Second, you will be required to submit a 5 page report on your language in pdf format that

explains the main language features, its syntax, including any scoping and lexical rules as well as

additional features such as syntax sugar for programmer convenience, type checking, informative

error messages, etc. In addition, the report should explain the execution model for the interpreter,

e.g. what the states of the runtime are comprised of and how they are transformed during exe-

cution. Languages that support strong static typing and type safety with a formal specification

are preferred. This report, together with the five programs will be evaluated qualitatively and

your marks will be awarded for the elegance and flexibility of your solution and the clarity of the

report.

Please note: there is only a short period between the first and second submission. I

strongly advise preparing the report well in advance throughout the development of the coursework.

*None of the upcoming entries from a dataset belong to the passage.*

"""Two rule sets: what each standard asks, and the reason where it asks nothing."""

import math
from types import SimpleNamespace

import pytest

from throughfault.errors import InputError
from throughfault.workbook.assess.rules import bank_power, category_of, every_combination, rules_for
from throughfault.workbook.assess.rules_iec import IEC60076_5_2006 as IEC
from throughfault.workbook.assess.rules_ieee import IEEEC57_12_00_2015 as IEEE


@pytest.mark.parametrize(
    ("standard", "rules"),
    [
        ("IEC 60076-5:2006", IEC),
        ("IEC 60076-5", IEC),
        ("IEEE C57.12.00", IEEE),
        ("IEEE C57.12.00-2015", IEEE),
    ],
)
def test_a_standard_without_edition_is_the_newest_carried(standard, rules):
    """The edition may be left out."""
    assert rules_for(SimpleNamespace(standard=standard)) is rules


def test_another_edition_is_refused_with_what_is_carried():
    """An edition that the kit does not carry is the user's to know, in one sentence."""
    with pytest.raises(InputError) as raised:
        rules_for(SimpleNamespace(standard="IEC 60076-5:2000"))
    assert str(raised.value) == (
        'standard: must be one of "IEC 60076-5", "IEC 60076-5:2006", "IEEE C57.12.00", "IEEE C57.12.00-2015", '
        "got 'IEC 60076-5:2000' (did you mean 'IEC 60076-5:2006'?)."
    )


def test_what_the_rule_sets_say_of_themselves():
    """Key, title, edition, deciding form and meaning of the start temperature."""
    assert (IEC.key, IEC.title, IEC.edition) == ("IEC60076-5:2006", "IEC 60076-5", "2006")
    assert (IEC.thermal_method, IEC.start_is) == ("average temperature", "mean winding temperature")
    assert (IEEE.key, IEEE.title, IEEE.edition) == ("IEEEC57.12.00-2015", "IEEE C57.12.00", "2015")
    assert (IEEE.thermal_method, IEEE.start_is) == ("all heat stored", "hottest-spot temperature")


@pytest.mark.parametrize(
    ("rules", "power", "phases", "bank", "category"),
    [
        (IEC, 0.0249, 3, False, None), (IEC, 0.025, 3, False, "I"), (IEC, 2.5, 3, False, "I"),
        (IEC, 2.501, 3, False, "II"), (IEC, 100.0, 3, False, "II"), (IEC, 100.1, 3, False, "III"),
        (IEC, 40.0, 1, True, "III"), (IEC, 40.0, 3, True, "II"), (IEC, 40.0, 1, False, "II"),
        (IEEE, 0.014, 3, False, None), (IEEE, 0.5, 3, False, "I"), (IEEE, 5.0, 3, False, "II"),
        (IEEE, 5.001, 3, False, "III"), (IEEE, 30.0, 3, False, "III"), (IEEE, 30.1, 3, False, "IV"),
        (IEEE, 1.667, 1, False, "II"), (IEEE, 10.0, 1, False, "III"), (IEEE, 10.1, 1, False, "IV"),
        (IEEE, 10.0, 1, True, "III"), (IEEE, 30.0, 3, True, "III"), (IEEE, 31.0, 3, True, "IV"),
        (IEEE, 0.4, 1, True, "II"), (IEEE, 1.2, 3, True, "II"), (IEEE, 0.4, 1, False, "I"),
    ],
)  # fmt: skip
def test_category_by_power(rules, power, phases, bank, category):
    """Borders of the categories; a bank counts by its own power, under IEEE in the three-phase column."""
    found = rules.category(power, phases, bank=bank)
    assert found.name == category
    assert (found.note == "") == (category is not None)


def test_unit_category_by_standard():
    """IEC takes the largest winding, IEEE the smaller of the two principal ones."""

    def winding(mva):
        return SimpleNamespace(rated_power=SimpleNamespace(to=lambda _: mva))

    rating = SimpleNamespace(phases=3, bank=False)
    unit = SimpleNamespace(windings={"HV": winding(31.0), "LV": winding(29.0), "TV": winding(4.0)}, rating=rating)
    assert category_of(unit, IEC).name == "II"
    assert category_of(unit, IEEE).name == "III"


def test_power_of_a_bank():
    """A file that states one unit of a bank states a third of its power."""
    assert bank_power(40.0, 1, bank=True) == 120.0
    assert bank_power(40.0, 3, bank=True) == 40.0
    assert bank_power(40.0, 1, bank=False) == 40.0


@pytest.mark.parametrize(
    ("power", "least"),
    [
        (0.63, 4.0),
        (1.25, 5.0),
        (2.5, 6.0),
        (6.3, 7.0),
        (25.0, 8.0),
        (40.0, 10.0),
        (63.0, 11.0),
        (100.0, 12.5),
        (160.0, 12.5),
    ],
)
def test_minimum_impedance_by_power(power, least):
    """Last power of each row; above 100 MVA more than the last value, by agreement."""
    found = IEC.minimum_impedance(power)
    assert (found.value, found.unit, found.provenance) == (least, "%", "recalled")
    assert found.note == ("by agreement; more than this value" if power > 100 else "")


def test_no_minimum_impedance_where_the_standard_has_none():
    """Below the first row, and under IEEE."""
    assert IEC.minimum_impedance(0.02).note == "the rated power lies below the first row of the table"
    assert IEEE.minimum_impedance(40.0).value is None
    assert IEEE.minimum_impedance(40.0).note == "the standard sets no minimum impedance"


@pytest.mark.parametrize(
    ("rules", "voltage", "column", "power"),
    [
        (IEC, 24.0, None, 500.0), (IEC, 7.2, "european", 500.0), (IEC, 36.0, "north american", 1500.0),
        (IEC, 145.0, "european", 10000.0), (IEC, 145.0, "north american", 15000.0), (IEC, 765.0, None, 83500.0),
        (IEC, 1.1, None, None), (IEC, 40.5, None, None), (IEC, 800.0, None, None),
        (IEEE, 15.0, None, 4300.0), (IEEE, 48.3, None, 4300.0), (IEEE, 145.0, None, 30200.0), (IEEE, 245.0, None, None),
    ],
)  # fmt: skip
def test_system_power_is_tabled_and_never_extrapolated(rules, voltage, column, power):
    """Rows of both tables; a highest voltage without a row gives a reason."""
    found = rules.system_short_circuit_power(voltage, column)
    assert found.value == power
    assert found.provenance == "recalled"
    if power is None:
        assert found.note == "the table has no row for the highest voltage of the winding"


@pytest.mark.parametrize(
    ("rules", "category", "ratio", "neglected"),
    [
        (IEC, "I", 0.0315, True), (IEC, "I", 0.05, True), (IEC, "I", 0.083, False), (IEC, "II", 0.01, False),
        (IEC, None, 0.01, False), (IEEE, "I", 0.2, True), (IEEE, "II", 0.2, True), (IEEE, "III", 0.001, False),
    ],
)  # fmt: skip
def test_when_the_system_is_left_out(rules, category, ratio, neglected):
    """IEC: category I up to 5 %; IEEE: categories I and II take the transformer alone."""
    found = rules.source_neglected(category, ratio)
    assert found.neglected is neglected
    assert found.reason


def test_the_system_counts_for_more_than_two_separate_windings():
    """IEC leaves the system out of two separate windings only; IEEE goes by category alone."""
    found = IEC.source_neglected("I", 0.01, two_winding=False)
    assert (found.neglected, found.reason) == (
        False, "the system impedance counts: only units with two separate windings may leave it out",
    )  # fmt: skip
    assert IEEE.source_neglected("I", 0.01, two_winding=False).neglected


@pytest.mark.parametrize(
    ("impedance", "principal", "first_pair", "tolerance"),
    [
        (9.9, True, True, 10.0), (10.0, True, True, 7.5), (9.9, False, True, 15.0), (10.0, False, True, 10.0),
        (9.9, True, False, 15.0), (10.0, True, False, 10.0), (10.0, False, False, 10.0),
    ],
)  # fmt: skip
def test_usual_tolerance_of_an_impedance(impedance, principal, first_pair, tolerance):
    """The narrow tolerance is that of the first pair on its principal tapping; IEEE has none here."""
    found = IEC.usual_tolerance(impedance, principal=principal, first_pair=first_pair)
    assert (found.value, found.source) == (tolerance, "IEC60076-1:2011, Table 1")
    assert IEEE.usual_tolerance(impedance, principal=principal, first_pair=first_pair).value is None


def test_x0_over_x1_where_none_is_given():
    """IEC gives a range, so both ends; IEEE one default."""
    assert [t.value for t in IEC.x0_over_x1_scan()] == [1.0, 3.0]
    assert [t.value for t in IEEE.x0_over_x1_scan()] == [2.0]


POWERS = {"HV": 100.0, "LV": 100.0, "TV": 30.0, "XV": 36.0}


def test_iec_infeeds_are_each_source_and_all():
    """Each source alone and all together."""
    assert IEC.infeeds(("HV", "LV", "TV"), POWERS, "LV") == (("HV",), ("LV",), ("TV",), ("HV", "LV", "TV"))
    assert IEC.infeeds(("HV",), POWERS, "LV") == (("HV",),)
    assert IEC.infeeds((), POWERS, "LV") == ()


def test_ieee_infeeds_are_at_most_two_large_unfaulted_ones():
    """A source of 35 % or less does not feed; the faulted terminal's own system may stand beside two others."""
    assert IEEE.infeeds(("HV", "TV"), POWERS, "LV") == (("HV",),)
    found = IEEE.infeeds(("HV", "LV", "XV"), POWERS, "TV")
    assert found == (("HV",), ("LV",), ("XV",), ("HV", "LV"), ("HV", "XV"), ("LV", "XV"))
    own = IEEE.infeeds(("HV", "LV"), POWERS, "LV")
    assert own == (("HV",), ("LV",), ("HV", "LV"))


def test_combinations_of_at_most_two():
    """Singles and pairs, never three."""
    assert every_combination("abc", 2) == (("a",), ("b",), ("c",), ("a", "b"), ("a", "c"), ("b", "c"))


@pytest.mark.parametrize(
    ("rules", "fault", "two_winding", "phases", "required"),
    [
        (IEC, "3ph", True, 3, True), (IEC, "LG", True, 3, False), (IEC, "LG", False, 3, True), (IEC, "LL", True, 1, True),
        (IEEE, "LG", True, 3, True), (IEEE, "LLG", False, 3, True),
    ],
)  # fmt: skip
def test_what_is_required(rules, fault, two_winding, phases, required):
    """IEC asks the three-phase fault of two separate windings, everything of others; IEEE everything."""
    assert rules.required_by_standard(fault, two_winding=two_winding, phases=phases) is required


@pytest.mark.parametrize(
    ("ratio", "category", "given", "factor", "how"),
    [
        (2.0, "II", None, 1.76, "table, interpolated"), (12.0, "II", None, 2.505, "table, interpolated"),
        (12.0, "II", 2.7, 2.505, "table, interpolated"), (14.0, "III", None, 2.55, "table, interpolated"),
        (20.0, "I", None, 2.55, "default of the category"), (20.0, "III", None, 2.69, "default of the category"),
        (math.inf, "II", None, 2.55, "default of the category"), (20.0, "II", 2.62, 2.62, "as given for the system"),
        (20.0, None, None, None, "no category, so no default factor"), (0.0, "I", None, math.sqrt(2), "exact first maximum"),
    ],
)  # fmt: skip
def test_iec_peak_factor(ratio, category, given, factor, how):
    """Table from 1 to 14, exact first maximum below, default of the category or a given factor above."""
    found = IEC.peak_factor(ratio, category, given)
    assert found.value == (None if factor is None else pytest.approx(factor, abs=1e-9))
    assert found.how == how


@pytest.mark.parametrize(
    ("ratio", "factor"),
    [(0.0, math.sqrt(2)), (2.0, 1.746), (20.0, 2.624), (1e9, 2 * math.sqrt(2)), (math.inf, 2 * math.sqrt(2))],
)
def test_ieee_peak_factor(ratio, factor):
    """The closed form and its two ends, whatever the category."""
    found = IEEE.peak_factor(ratio, "IV")
    assert found.value == pytest.approx(factor, abs=0.0005)
    assert found.how == "closed form"


@pytest.mark.parametrize(
    ("power", "phases", "ceiling"),
    [
        (0.025, 1, 40.0),
        (0.1, 1, 35.0),
        (0.5, 1, 25.0),
        (0.075, 3, 40.0),
        (0.3, 3, 35.0),
        (0.5, 3, 25.0),
        (0.1, 3, None),
    ],
)
def test_ieee_ceiling_of_category_one(power, phases, ceiling):
    """40, 35 and 25 times base by power; between the bands no row."""
    found = IEEE.current_ceiling("I", power, phases, 0.48)
    assert found.value == ceiling
    assert found.note == ("" if ceiling else "the table has no row for this power")


def test_no_ceiling_elsewhere():
    """Other categories, a high secondary voltage, more than two separate windings, and IEC."""
    why = "ceilings hold for two-winding category I units with a low-voltage secondary only"
    assert IEEE.current_ceiling("II", 2.0, 3, 0.48).note == why
    assert IEEE.current_ceiling("I", 0.3, 3, 4.16).note == why
    assert IEEE.current_ceiling("I", 0.3, 3, 0.601).note == why
    assert IEEE.current_ceiling("I", 0.3, 3, 0.48, two_winding=False).note == why
    assert IEEE.current_ceiling("I", 0.3, 3, 0.6).value == 35.0
    assert IEC.current_ceiling("I", 0.3, 3, 0.4).note == "the standard sets no ceiling on the current"


@pytest.mark.parametrize(
    ("rules", "category", "multiple", "duration"),
    [
        (IEC, "II", 9.6, 2.0), (IEC, "I", 40.0, 2.0), (IEEE, "I", 40.0, 0.78125), (IEEE, "I", 25.0, 2.0),
        (IEEE, "I", None, 2.0), (IEEE, "IV", 30.0, 2.0),
    ],
)  # fmt: skip
def test_duration_where_none_is_given(rules, category, multiple, duration):
    """2 s; IEEE category I above 25 times base: 1250/I^2. IEC only says that less may be agreed."""
    found = rules.fault_duration(category, multiple)
    assert found.value == duration
    if rules is IEC:
        assert found.note == ("a shorter duration may be agreed" if multiple > 25 else "")


def test_start_temperature_where_none_is_given():
    """IEC has none; IEEE the hottest spot of the higher rise, for liquid-immersed units."""
    assert IEC.start_temperature("oil").value is None
    assert IEC.start_temperature("oil").note == "ambient and rated rise belong to the unit"
    assert IEEE.start_temperature("oil").value == 110.0
    assert IEEE.start_temperature("dry").note == "the defaults hold for liquid-immersed units"


def test_reference_temperature():
    """75 degC under IEC, 85 degC under IEEE for the higher rise; none for dry-type units."""
    assert IEC.reference_temperature("oil").value == 75.0
    assert IEEE.reference_temperature("oil").value == 85.0
    for rules in (IEC, IEEE):
        assert rules.reference_temperature("dry").note == "the reference temperature of dry-type units is not tabled"


@pytest.mark.parametrize(
    ("rules", "material", "immersion", "thermal_class", "limit"),
    [
        (IEC, "copper", "oil", None, 250.0), (IEC, "aluminium", "oil", 105, 200.0), (IEC, "copper", "dry", 155, 350.0),
        (IEC, "aluminium", "dry", 105, 180.0), (IEEE, "copper", "oil", None, 250.0), (IEEE, "aluminium", "oil", 120, 200.0),
        (IEEE, "copper", "dry", 180, 400.0),
    ],
)  # fmt: skip
def test_temperature_limit(rules, material, immersion, thermal_class, limit):
    """Limits by material, immersion and class; oil without a class counts as its only class."""
    found = rules.temperature_limit(material, immersion, thermal_class)
    assert found.limit.value == limit
    assert (found.limit.sense, found.limit.provenance, found.reason) == ("at most", "recalled", "")


@pytest.mark.parametrize(
    ("rules", "immersion", "thermal_class", "reason"),
    [
        (IEC, "dry", None, "the limit depends on the thermal class"),
        (IEC, "oil", 120, "the table has no row for this class"),
        (IEEE, "dry", None, "the limit depends on the thermal class"),
        (IEEE, "dry", 105, "the table has no row for this class"),
    ],
)
def test_no_temperature_limit(rules, immersion, thermal_class, reason):
    """Where the standard has no row there is no guess, but a reason and the key that would settle it."""
    found = rules.temperature_limit("copper", immersion, thermal_class)
    assert (found.limit, found.reason, found.key) == (None, reason, "rating.thermal_class")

As you know, the coursework is to be done in groups of three. Only one submission per group

is required. I don’t need to know who is in which group at the first submission but as as part of

the second submission we will require a declaration of who is in your group and how marks are to

be distributed amongst the members of your group. You will receive all feedback and your marks

by Friday May 26th. Please ensure that it is the same group member that submits for

both the first and second submissions.

Marks. This coursework counts for 40% of the total assessment for COMP2212. There are a

total of 40 marks available. These are distributed between the two submissions as follows:

You will receive the test results of Submission One prior to the second deadline but no marks

will be awarded until after Submission Two.

After Submission Two we will award up to 20 marks for the qualitative aspects of your solution,

as described in your programming language report. We will also award up to 20 marks for your

solutions to the ten problems. For each problem there will be 2 marks available for functional

correctness only.

You have the option of resubmitting the interpreter after receiving your testing results from

Submission One. This will however incur a 50% penalty on the marks for functional correctness of

all ten problems. Therefore, if you decide to resubmit your interpreter in the second submission

the maximum possible total coursework mark is capped at 30 marks (20 for the report plus 10 for

functional correctness).

Any late submission to either component will be treated as a late submission overall and will

be subject to the standard university penalty of 10% per working day late.